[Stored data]
────

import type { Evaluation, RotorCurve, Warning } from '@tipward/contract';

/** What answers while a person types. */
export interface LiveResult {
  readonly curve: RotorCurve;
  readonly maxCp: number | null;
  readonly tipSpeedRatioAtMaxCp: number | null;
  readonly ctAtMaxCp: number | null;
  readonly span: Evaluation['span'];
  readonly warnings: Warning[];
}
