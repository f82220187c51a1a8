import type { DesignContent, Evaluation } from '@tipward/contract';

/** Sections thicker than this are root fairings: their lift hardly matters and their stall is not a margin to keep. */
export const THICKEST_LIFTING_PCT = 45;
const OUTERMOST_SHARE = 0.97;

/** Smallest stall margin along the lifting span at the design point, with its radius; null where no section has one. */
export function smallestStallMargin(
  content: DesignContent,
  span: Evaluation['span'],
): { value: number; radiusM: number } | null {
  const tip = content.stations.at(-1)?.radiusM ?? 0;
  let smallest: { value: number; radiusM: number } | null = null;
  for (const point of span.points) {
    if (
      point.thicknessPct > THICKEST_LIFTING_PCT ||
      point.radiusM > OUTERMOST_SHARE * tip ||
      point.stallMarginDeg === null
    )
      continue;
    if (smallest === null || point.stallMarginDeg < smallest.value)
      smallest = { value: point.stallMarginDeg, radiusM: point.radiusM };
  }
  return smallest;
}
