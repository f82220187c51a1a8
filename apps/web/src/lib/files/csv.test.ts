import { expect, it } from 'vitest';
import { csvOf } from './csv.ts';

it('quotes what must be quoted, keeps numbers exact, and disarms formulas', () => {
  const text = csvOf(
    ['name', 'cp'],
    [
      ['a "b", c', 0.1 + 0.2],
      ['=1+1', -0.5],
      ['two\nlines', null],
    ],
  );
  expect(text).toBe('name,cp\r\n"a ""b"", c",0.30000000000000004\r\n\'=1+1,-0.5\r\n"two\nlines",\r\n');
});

────

Work request =
Transcribe the records above exactly as they appear.

Solution to the exercise =
import type { Evaluation, RotorCurve, Warning } from '@tipward/contract';

/** What answers while a person types. */
export interface LiveResult {
  readonly curve: RotorCurve;
  readonly maxCp: number | null;
  readonly tipSpeedRatioAtMaxCp: number | null;
  readonly ctAtMaxCp: number | null;
  readonly span: Evaluation['span'];
  readonly warnings: Warning[];
}
repository f82220187c51a1a8
import type { DesignContent, Evaluation } from '@tipward/contract';

/** Sections thicker than this are root fairings: their lift hardly matters and their stall is not a margin to keep. */
export const THICKEST_LIFTING_PCT = 45;
const OUTERMOST_SHARE = 0.97;

/** Smallest stall margin along the lifting span at the design point, with its radius; null where no section has one. */
export function smallestStallMargin(
  content: DesignContent,
  span: Evaluation['span'],
): { value: number; radiusM: number } | null {
  const tip = content.stations.at(-1)?.radiusM ?? 0;
  let smallest: { value: number; radiusM: number } | null = null;
  for (const point of span.points) {
    if (
      point.thicknessPct > THICKEST_LIFTING_PCT ||
      point.radiusM > OUTERMOST_SHARE * tip ||
      point.stallMarginDeg === null
    )
      continue;
    if (smallest === null || point.stallMarginDeg < smallest.value)
      smallest = { value: point.stallMarginDeg, radiusM: point.radiusM };
  }
  return smallest;
}
repository f82220187c51a1a8
filename apps/web/src/lib/files/csv.test.ts
import { expect, it } from 'vitest';
import { csvOf } from './csv.ts';

it('quotes what must be quoted, keeps numbers exact, and disarms formulas', () => {
  const text = csvOf(
    ['name', 'cp'],
    [
      ['a "b", c', 0.1 + 0.2],
      ['=1+1', -0.5],
      ['two\nlines', null],
    ],
  );
  expect(text).toBe('name,cp\r\n"a ""b"", c",0.30000000000000004\r\n\'=1+1,-0.5\r\n"two\nlines",\r\n');
});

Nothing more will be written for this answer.